At the same time, the transfer of power underscores perceptions that Mr Yar’Adua is unlikely to be able to contest the presidential election in 2011, suggesting that there will be a probably tumultuous struggle to succeed him within the PDP. Senior members within the party will attempt to act as power brokers, but as each will favour their own choice of successor, political tensions will run high. In theory, this could enable the opposition to mount a serious challenge in both the presidential and legislative polls, but again competing personalities within opposition groups are likely to intervene. Thus, if the PDP manages to avoid major rifts, its candidate–whoever that is–will be the strong favourite to win in 2011.

An alternative scenario–albeit with a low probability attached–is that the political acrimony in the race to succeed Mr Yar’Adua degenerates to such an extent that the military attempts to seize power. A coup cannot be ruled out–there have been numerous periods of military rule in Nigeria since independence–although popular support would not be forthcoming. The current political situation, though unfortunate, is nowhere near as desperate as past system breakdowns that led to previous coups.

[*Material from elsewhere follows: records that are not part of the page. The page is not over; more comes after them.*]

export function nearDesignArb(bases: readonly { file: string; design: DesignFile }[]): fc.Arbitrary<GeneratedDesign> {
  return fc.tuple(fc.nat({ max: bases.length - 1 }), perturbationArb).map(([i, p]) => ({
    family: 'near' as const,
    origin: `${bases[i].file} moved by up to ${p.moveMm} mm${p.asymmetric ? ', asymmetric' : ''}`,
    design: fixTyres(perturbDesign(bases[i].design, p)),
  }));
}

// ---------------------------------------------------------------------------------------------
// Designs from scratch
// ---------------------------------------------------------------------------------------------

/** Uniform numbers in [0, 1) handed out in turn. */
class Uniform {
  private i = 0;
  constructor(private readonly values: readonly number[]) {}
  next(): number {
    const v = this.values.length === 0 ? 0.5 : this.values[this.i % this.values.length];
    this.i++;
    return v;
  }
  between(lo: number, hi: number): number {
    return lo + (hi - lo) * this.next();
  }
  pick<T>(options: readonly T[]): T {
    return options[Math.min(options.length - 1, Math.floor(this.next() * options.length))];
  }
}

const P = (x: number, y: number, z: number): Vec3Mm => ({ x, y, z });
const rightPoint = (v: Vec3Mm): Vec3Mm => ({ x: v.x, y: Math.min(0, v.y), z: v.z });

function jointSpecs(u: Uniform): DesignFile['joints'] {
  const joint = () => ({
    kind: u.pick(['ballJoint', 'rodEnd'] as const),
    ratedDeg: u.between(5, 45),
    studAxis: P(u.between(-1, 1), u.between(-1, 1), u.between(0.2, 1)),
  });
  return { upperOuter: joint(), lowerOuter: joint(), tieRodOuter: joint(), tieRodInner: joint() };
}

function envelopeOf(u: Uniform, tilting: boolean): DesignFile['envelope'] {
  return {
    leanDeg: tilting ? u.between(0, 60) : 0,
    handlebarDeg: u.between(0, 120),
    bumpMm: u.between(0, 150),
    reboundMm: u.between(0, 150),
  };
}

function tyreOf(u: Uniform, rolling: number): DesignFile['wheels']['front'] {
  const crown = u.between(0.02, 1) * rolling;
  return { rollingRadiusMm: rolling, tyreWidthMm: u.between(0.05, 1) * rolling, crownRadiusMm: crown };
}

A more immediate concern is that the political uncertainty will result in key policy initiatives being delayed or abandoned. In particular, the peace initiative in the oil-producing Niger Delta region could suffer. Hopes had been raised by a recent government amnesty that has succeeded in disarming about 15,000 gunmen. However, a lack of clear leadership at what is a critical period may well see former combatants returning to violence. Even before Mr Yar’Adua’s absence, the government was struggling to live up to its promises of creating jobs and improving infrastructure in the region. Nevertheless, Mr Jonathan is from the Delta region and will attach a high priority to getting the peace process back on track.

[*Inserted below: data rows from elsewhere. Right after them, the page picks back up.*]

function solverTable(r: Raw): ReadoutTable {
  return {
    id: 'solver',
    title: 'Solver',
    columns: ['Value'],
    rows: [
      row('residual', 'Largest residual', 'mm', 12, [c(r.residualMm)]),
      row('iterations', 'Iterations', '', 0, [c(r.iterations)]),
      row('solveMs', 'Solve and analysis time', '', 2, [c(r.solveMs)], { hint: 'milliseconds, this pose' }),
    ],
  };
}

/** The drawing's checks that stand for what a finding is about. */
export function subjectChecks(subject: FindingSubject): DrawingCheck[] {
  switch (subject.kind) {
    case 'joint':
      return [{ kind: 'joint', joint: subject.joint, side: subject.side }];
    case 'clearance':
      // A clearance pair is named 'partA-partB' (core/analysis/clearance.ts).
      return subject.pair.split('-').map((part) => ({ kind: 'clearance', part: part as ClearancePartName, side: subject.side }));
    case 'wheel':
      return [{ kind: 'clearance', part: 'tyre', side: subject.side }];
    case 'deadCentre':
      return (['right', 'left'] as const).flatMap((side) => [
        { kind: 'transmission' as const, link: 'steeringArm' as const, side },
        { kind: 'transmission' as const, link: 'linkage' as const, side },
      ]);
    case 'steering':
      return [];
  }
}

const samePoint = (a: DrawingPointRef, b: DrawingPointRef) => 'point' in a && 'point' in b && a.point === b.point;

/**
 * A hardpoint that shows what a finding is about: a drawn joint among the parts of its checks,
 * else a joint at an end of one of its tubes; null when the drawing has none (the overall
 * steering ratio, a tyre alone).
 */
export function subjectHardpoint(drawing: DrawingLayout, subject: FindingSubject): string | null {
  const parts = new Set(subjectChecks(subject).flatMap((c) => drawingPartsFor(drawing, c)));
  const joint = drawing.joints.find((j) => parts.has(j.id));
  if (joint) return joint.hardpoint;
  for (const t of drawing.tubes) {
    if (!parts.has(t.id)) continue;
    const end = drawing.joints.find((j) => samePoint(j.at, t.a) || samePoint(j.at, t.b));
    if (end) return end.hardpoint;
  }
  return null;
}

export function describePose(design: ResolvedDesign, layout: MechanismLayout, drawing: DrawingLayout, r: Raw): PoseOutcome {
  const alerts: Alert[] = [];
  const parts: Record<string, Severity> = {};
  // The drawing (core's layout template) says which drawn parts stand for each check.
  const markCheck = (check: DrawingCheck, s: Severity) => {
    for (const id of drawingPartsFor(drawing, check)) parts[id] = worse(parts[id] ?? 'none', s);
  };
  if (!r.reached) {
    alerts.push({ severity: 'broken', text: `The linkage cannot reach this pose: ${r.message}.` });
    const blamed = r.culprit ? layout.constraints.find((k) => k.label === r.culprit) : undefined;
    if (blamed) markCheck({ kind: 'constraint', constraint: blamed.id }, 'broken');
  } else if (r.status === 'singular') {
    alerts.push({ severity: 'close', text: `Near a dead centre: ${r.message}.` });
  }
  const a = r.analysis;
  const tables: ReadoutTable[] = [];
  if (a) {
    const ctx: TableContext = { design, a, tol: design.tolerances, markCheck };
    tables.push(wheelTable(ctx), jointTable(ctx), clearanceTable(ctx), overallTable(ctx));
    a.findings.forEach((f, i) => {
      const m = /^(over|close): (.*)$/.exec(f);
      const subject = a.findingSubjects[i];
      const hardpoint = subject ? subjectHardpoint(drawing, subject) : null;
      const objective = objectiveOfPoseFinding(subject, f);
      alerts.push({ severity: m?.[1] === 'over' ? 'over' : 'close', text: m ? capitalise(m[2]) : f, ...(hardpoint ? { hardpoint } : {}), ...(objective ? { objective } : {}) });
    });
  }
  tables.push(solverTable(r));
  return {
    status: r.status,
    reached: r.reached,
    message: r.message,
    ...(r.culprit ? { culprit: r.culprit } : {}),
    snapshot: r.snapshot,
    shown: r.shown,
    analysis: a,
    poseStatus: a ? a.status : r.reached ? null : 'broken',
    tables,
    alerts,
    parts,
    iterations: r.iterations,
    residualMm: r.residualMm,
    solveMs: r.solveMs,
  };
}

Social unrest elsewhere in the country is expected to increase during 2010-11, however. High levels of poverty and ethnic and religious divisions can lead to periodic outbreaks of violence. Coupled with growing popular disillusionment with the political elite and the approaching elections, the scene is set for further bloody outbreaks of violence. Their sporadic nature means that they are unlikely to threaten overall stability in Nigeria, but they are likely to create costly disruptions to business operations. The acting president is therefore set to face numerous policy challenges, even if he does manage to unite the ruling party.